A. Service. Open and honest communication. Helping people out. In the mortgage situation, a lot of people are coming back to the banks and saying, “We shouldn’t have taken out the note we did, but now we need you to help us.” Unfortunately, in a great number of the cases, there’s nothing we can do. But I think a lot of people are realizing now — for some, too late — the value of using a local institution where you can go in, and if there’s a problem, sit down in front of somebody’s desk and say, “I’m not leaving until we get this matter solved.”
It’s hard to do that when you went online to get your note and the investor is someplace, you know, out there in ether.
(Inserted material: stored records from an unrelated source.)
/**
 * The engine runs its real-space and Fourier sums in WebAssembly where available and in JavaScript twins
 * otherwise (engine/wasm/module.ts; switched off by the environment variable TORUSGRAV_NO_WASM=1, read on
 * every setup). `describeKernelPaths` registers a suite once per path so both twins meet the same checks.
 */
import { afterAll, beforeAll, describe } from 'vitest';

export const KERNEL_PATHS = [
  { label: 'WebAssembly kernels', noWasm: false },
  { label: 'JavaScript kernels', noWasm: true },
] as const;

/** describe(`${title} [path]`, body) for each kernel path, with TORUSGRAV_NO_WASM set accordingly. */
export function describeKernelPaths(title: string, body: (path: (typeof KERNEL_PATHS)[number]) => void): void {
  for (const path of KERNEL_PATHS) {
    describe(`${title} [${path.label}]`, () => {
      let saved: string | undefined;
      beforeAll(() => {
        saved = process.env.TORUSGRAV_NO_WASM;
        if (path.noWasm) process.env.TORUSGRAV_NO_WASM = '1';
        else delete process.env.TORUSGRAV_NO_WASM;
      });
      afterAll(() => {
        if (saved === undefined) delete process.env.TORUSGRAV_NO_WASM;
        else process.env.TORUSGRAV_NO_WASM = saved;
      });
      body(path);
    });
  }
}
Q. What are the biggest problems facing banks right now?
A. Hyper-competition from non-bank entities on both the loan and the deposit side. At the same time, there is a constantly growing level of regulatory burden. At the federal level, if there’s a problem and there’s a way to require the banks to solve it, they’ll go after it. Even things like 9-11 resulted in Congress quickly passing the USA Patriot Act, which has in it a huge amount of new regulations. That came down on the banking industry in our role as economic hall monitors — an early warning system in money transactions.
The Sarbanes-Oxley Act is another one that has to do with everything from approval of boards of directors, to oversight and approval of internal actions that have gone on to new auditing requirements that are extremely expensive. And these are all things in which there is no way to earn from the investment of resources to comply with those regulatory requirements.
Q. I would guess the regulatory environment isn’t going to get any better in the years to come.
A. I was holding out hope until recently and what we’ve seen coming out of Washington in this subprime mortgage crisis. I don’t know whether I feel good or more frustrated by the fact that those in power and positions to make decisions about our future say they recognize that we’re not responsible, but we’re going to have to pay a price.
Q. Have the bankers and their various associations been talking to their congressmen about it?
A. I think if you spoke to New Hampshire’s members of Congress, they’d all tell you that they think they hear from us more than enough, thank you very much. But our concerns have been raised to the level that last May we actually asked the question, do we believe that there is a long-term future for the banking industry? And we really couldn’t answer the question. We hope there is. We want to fight to make sure that there is, but we’re not positive. And that’s an important point to be at because I don’t think 10 years ago, we would have even asked the question.
I think the state of New Hampshire needs to be concerned about the future of the banking industry. Because if those institutions go away, the question is, what’s left?